The CSV is available at the provided URL, and the EML is available at a predefined location relative to the CSV, so both can be downloaded directly. However, the two files may also be available in the local filesystem, and if so, should be used since it improves performance.

During the initial request for a new CSV, DeX may need to refer to the CSV and EML documents multiple times, so they should be kept cached locally for that time if they had to be downloaded. On the other hand, if the files were already available in the local filesystem, we want to use them from where they are, without copying them into a local cache first.

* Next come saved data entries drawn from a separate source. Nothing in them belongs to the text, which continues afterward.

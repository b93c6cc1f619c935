// Importing positions and publishing the journey, against the real database: one upload is one
// transaction, bad rows are refused with a report, nothing is stored twice, faults lose nothing,
// and the public API serves only the stored projection.
import { isActionFailure } from '@sveltejs/kit';
import { and, count, eq } from 'drizzle-orm';
import * as geographiclib from 'geographiclib-geodesic';
import { Readable } from 'node:stream';
import { beforeAll, describe, expect, it } from 'vitest';
import type { SessionUser } from '$lib/server/auth/lucia';
import {
	journeys,
	organisationSettings,
	patientEvents,
	patients,
	positionImports,
	positions,
	releases,
	trackingProfiles,
	users
} from '$lib/server/db/schema';
import { importPositions, type ImportRequest } from '$lib/server/journeys/import';
import { recomputeJourney } from '$lib/server/journeys/recompute';
import { direct } from '$lib/server/tracking/geodesy';
import { parsePositions, type ParseItem } from '$lib/server/tracking/import';
import { cellCentre, cellOf } from '$lib/server/tracking/projection';
import type { Role } from '$lib/roles';
import { GET as journeyApi } from '../../src/routes/api/patients/[slug]/journey/+server';
import { GET as occurrencesApi } from '../../src/routes/api/patients/[slug]/occurrences.csv/+server';
import { GET as staffTrackApi } from '../../src/routes/api/tracking/[slug]/[which]/+server';
import { GET as journeyPng } from '../../src/routes/patients/[slug]/journey.png/+server';
import { actions as deskRules } from '../../src/routes/staff/tracking/+page.server';
import { actions as deskActions } from '../../src/routes/staff/tracking/[slug]/+page.server';
import { useTestDatabase } from '../setup/test-db';
import { publicEvent } from './public-event';

process.env.MAIL_WORKER = 'off';
const db = useTestDatabase();
const { Geodesic } =
	(geographiclib as unknown as { default?: typeof geographiclib }).default ?? geographiclib;

const DAY = 86_400_000;
const NOW = Date.parse('2026-06-01T12:00:00Z');
const RELEASE_DAY = '2026-03-01';
const RELEASE_MS = Date.parse(`${RELEASE_DAY}T00:00:00Z`);

async function person(roles: Role[]): Promise<SessionUser> {
	const id = crypto.randomUUID();
	const email = `${id.slice(0, 8)}@example.test`;
	await db()
		.insert(users)
		.values({ id, email, name: `Person ${id.slice(0, 4)}` });
	return { id, email, name: `Person ${id.slice(0, 4)}`, roles };
}

/** A released patient with a transmitter, ready for positions. */
async function releasedPatient(slug: string) {
	const id = crypto.randomUUID();
	await db()
		.insert(patients)
		.values({
			id,
			slug,
			name: `Test ${slug}`,
			species: 'loggerhead',
			lifeStage: 'adult',
			admittedOn: '2026-01-01',
			admissionReason: 'entanglement',
			status: 'released',
			transmitterId: `TX-${slug}`
		});
	await db()
		.insert(releases)
		.values({
			id: crypto.randomUUID(),
			patientId: id,
			releaseOn: RELEASE_DAY,
			publicArea: 'off the test coast',
			habitat: 'other',
			doneAt: new Date(RELEASE_MS)
		});
	return { id, slug, transmitterId: `TX-${slug}` };
}

/**
 * A straight open-ocean track in the western Atlantic (well away from land): one GPS fix a day
 * from the release, 60 km apart along a geodesic heading east, from 30°N 70°W.
 */
function oceanCsv(days: number, start = 0, from = RELEASE_MS): string {
	let csv = 'timestamp,latitude,longitude,lc\n';
	let at = { lat: 30, lon: -70 };
	for (let d = 0; d < start; d++) at = direct(at, 90, 60_000);
	for (let d = start; d < days; d++) {
		const time = new Date(from + (d + 0.5) * DAY).toISOString();
		csv += `${time},${at.lat.toFixed(5)},${at.lon.toFixed(5)},G\n`;
		at = direct(at, 90, 60_000);
	}
	return csv;
}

During the initial request, the CSV and EML docs are processed into a number of other objects which are cashed on disk. Only these derived objects are required for serving later requests, so there is no longer a need for the original files.

Conda

Managing the Conda environment in a production environment

Start and stop the dex service as root:

# systemctl start dex.service
# systemctl stop dex.service

Remove and rebuild the dex venv:

conda activate base
conda env remove --name dex
conda update -n base -c conda-forge conda
conda env create --file environment-min.yml
conda activate dex

Update the dex venv in place:

conda env update --file environment-min.yml --prune

Managing the Conda environment in a development environment

Update Conda itself, and the files that hold dependency information.

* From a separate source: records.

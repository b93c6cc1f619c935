import { isActionFailure, isHttpError } from '@sveltejs/kit';
import { count, eq } from 'drizzle-orm';
import { describe, expect, it } from 'vitest';
import type { SessionUser } from '$lib/server/auth/lucia';
import { auditLog, organisationSettings, users } from '$lib/server/db/schema';
import type { Role } from '$lib/roles';
import { actions as settingsActions } from '../../src/routes/staff/settings/+page.server';
import { actions as usersActions } from '../../src/routes/staff/users/+page.server';
import { useTestDatabase } from '../setup/test-db';

process.env.MAIL_WORKER = 'off';
const db = useTestDatabase();

function event(path: string, user: SessionUser | null, form: Record<string, string | string[]>) {
	const body = new FormData();
	for (const [key, value] of Object.entries(form)) {
		for (const v of [value].flat()) body.append(key, v);
	}
	const url = new URL(`http://localhost${path}`);
	return {
		request: new Request(url, { method: 'POST', body }),
		url,
		locals: { user, session: null, requestId: 'test' },
		params: {},
		cookies: { get: () => undefined, set: () => {}, delete: () => {} },
		getClientAddress: () => '127.0.0.1'
	} as never;
}

async function person(roles: Role[]): Promise<SessionUser> {
	const id = crypto.randomUUID();
	const email = `${id.slice(0, 8)}@example.test`;
	await db()
		.insert(users)
		.values({ id, email, name: `Person ${id.slice(0, 4)}` });
	return { id, email, name: `Person ${id.slice(0, 4)}`, roles };
}

const goodSettings = {
	displayName: 'Example Turtle Hospital',
	legalName: 'Example Turtle Hospital Inc.',
	taxId: '00-0000000',
	postalAddress: '1 Example Road\nExample Town 00000',
	hotlineName: 'Example wildlife hotline',
	hotlineNumber: '(555) 555-0100',
	currency: 'usd',
	distanceUnit: 'mi',
	storyReviewRequired: 'on'
};

describe('settings form', () => {
	it('saves valid settings and records who did it', async () => {
		const admin = await person(['admin']);
		const result = await settingsActions.default(event('/staff/settings', admin, goodSettings));
		expect(result).toEqual({ saved: 'Settings saved.' });
		const [row] = await db().select().from(organisationSettings);
		expect(row.distanceUnit).toBe('mi');
		expect(row.legalName).toBe('Example Turtle Hospital Inc.');
		const [entry] = await db()
			.select()
			.from(auditLog)
			.where(eq(auditLog.action, 'settings.updated'));
		expect(entry.actorId).toBe(admin.id);
	});

	it('answers bad input with a message per field and changes nothing', async () => {
		const admin = await person(['admin']);
		const before = await db().select().from(organisationSettings);
		const [{ n: auditBefore }] = await db().select({ n: count() }).from(auditLog);
		const result = await settingsActions.default(
			event('/staff/settings', admin, {
				...goodSettings,
				legalName: '   ',
				hotlineNumber: 'call us',
				distanceUnit: 'leagues'
			})
		);
		expect(isActionFailure(result)).toBe(true);
		if (!isActionFailure(result)) return;
		expect(result.status).toBe(400);
		expect((result.data as { errors?: unknown } | undefined)?.errors).toEqual({
			legalName: 'Enter the legal name.',
			hotlineNumber: 'Enter a phone number: digits, spaces, ( ) - . and an optional +.',
			distanceUnit: 'Choose kilometres or miles.'
		});
		expect(await db().select().from(organisationSettings)).toEqual(before);
		const [{ n: auditAfter }] = await db().select({ n: count() }).from(auditLog);
		expect(auditAfter).toBe(auditBefore);
	});

	it('refuses a signed-in educator with 403 and a visitor with 401, before reading the form', async () => {
		for (const [user, status] of [
			[await person(['educator']), 403],
			[null, 401]
		] as const) {
			try {
				await settingsActions.default(event('/staff/settings', user, goodSettings));
				expect.unreachable('the action should have refused');
			} catch (error) {
				expect(isHttpError(error) && error.status).toBe(status);
			}
		}
	});
});

describe('invite form', () => {
	it('needs at least one staff role and a valid address, and writes nothing otherwise', async () => {
		const admin = await person(['admin']);
		const [{ n: before }] = await db().select({ n: count() }).from(users);
		const result = await usersActions.invite(
			event('/staff/users', admin, { name: 'New Person', email: 'not an address' })
		);
		expect(isActionFailure(result) && result.data).toMatchObject({
			errors: {
				email: 'Enter an e-mail address like name@example.org.',
				roles: 'Choose at least one staff role.'
			}
		});
		const smuggled = await usersActions.invite(
			event('/staff/users', admin, {
				name: 'New Person',
				email: 'ok@example.test',
				roles: ['supporter']
			})
		);
		expect(isActionFailure(smuggled)).toBe(true);
		const [{ n: after }] = await db().select({ n: count() }).from(users);
		expect(after).toBe(before);
	});
});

  • environment-min.yml: This file is manually maintained and used updating dependencies to latest in production and development.
  • environment.yml: We don't normally use this file, but it serves as a reference and can be used for recreating an exact copy of the environment for testing and troubleshooting.
  • requirements.txt: Used by GitHub Dependabot and for pip based manual installs.
conda activate base
conda update -n base -c conda-forge conda
conda activate dex
conda update --all
conda env export --no-builds > environment.yml
pip list --format freeze > requirements.txt

If Conda base won't update to latest version, try:

conda update -n base -c defaults conda --repodata-fn=repodata.json

API

Flush cached objects for a given PackageID

DELETE /dex/api/package/<packageId>

Example:

Flush all cached objects for the package with the ID https://pasta-d.lternet.edu/package/data/eml/edi/748/2:

curl -X DELETE https://dex-d.edirepository.org/dex/api/package/https%3A%2F%2Fpasta-d.lternet.edu%2Fpackage%2Fdata%2Feml%2Fedi%2F748%2F2

Note that the package ID is URL-encoded and that package scope, identifier and revision are all required, and separated by slashes.

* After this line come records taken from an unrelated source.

/** Customers whose region is markup, each contacted by the spring campaign, so their segments are tested. */
function hostileUploads(): { customers: string; contacts: string } {
  const customers: Array<Record<string, unknown>> = [];
  const contacts: Array<Record<string, unknown>> = [];
  [HOSTILE_SCRIPT, HOSTILE_IMAGE].forEach((region, regionIndex) => {
    for (let index = 0; index < 40; index += 1) {
      const customerId = `QG-X${regionIndex}${String(index).padStart(3, '0')}`;
      customers.push({ customer_id: customerId, birth_date: `19${60 + (index % 30)}-04-0${1 + (index % 9)}`, region, channel: 'web shop', customer_type: 'individual', newsletter: 'no' });
      const converted = index % 8 === 0;
      contacts.push({ customer_id: customerId, contacted_at: '2026-03-16', converted: converted ? 1 : 0, revenue: converted ? '41.50' : '0' });
    }
  });
  return { customers: toCsv(customers), contacts: toCsv(contacts) };
}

Open DeX with external data and metadata

DeX can be opened by providing links to a data table in CSV format, along with its associated metadata in EML format. DeX will download the data and metadata from the provided locations.

This API is used by posting a JSON document with the required information to dex/api/preview. DeX will return an identifier, which the browser can then use to form the complete URL to open.

Example JavaScript event handler for a button that opens DeX:

window.onload = function () {
  document.getElementById('open-dex').addEventListener('click', function () {
    // Base URL for the DeX instance to use
    let dexBaseUrl = 'https://dex-d.edirepository.org';
    let data = {
      // Link to metadata document in EML format
      eml: 'https://pasta-s.lternet.edu/package/metadata/eml/edi/5/1',
      // Link to data table in CSV (or closely related) format
      csv: 'https://pasta-s.lternet.edu/package/data/eml/edi/5/1/88e508f7d25a90aa25b0159608187076',
      // As a single EML may contain metadata for multiple CSVs, this value is required and must
      // match the physical/distribution/online/url of the section in the EML which describes the
      // table.
      dist: 'https://pasta-s.lternet.edu/package/data/eml/edi/5/1/88e508f7d25a90aa25b0159608187076',
    };

    let options = {
      method: 'POST',
      headers: {
        'Content-Type': 'application/json'
      },
      body: JSON.stringify(data),
    };

    fetch(`${dexBaseUrl}/dex/api/preview`, options)
        .then(response => {
          return response.text()
        })
        .then(body => {
          // Open DeX in new tab
          window.open(`${dexBaseUrl}/dex/profile/${body}`);
        })
        .catch(error => alert(error))
    ;
  });
};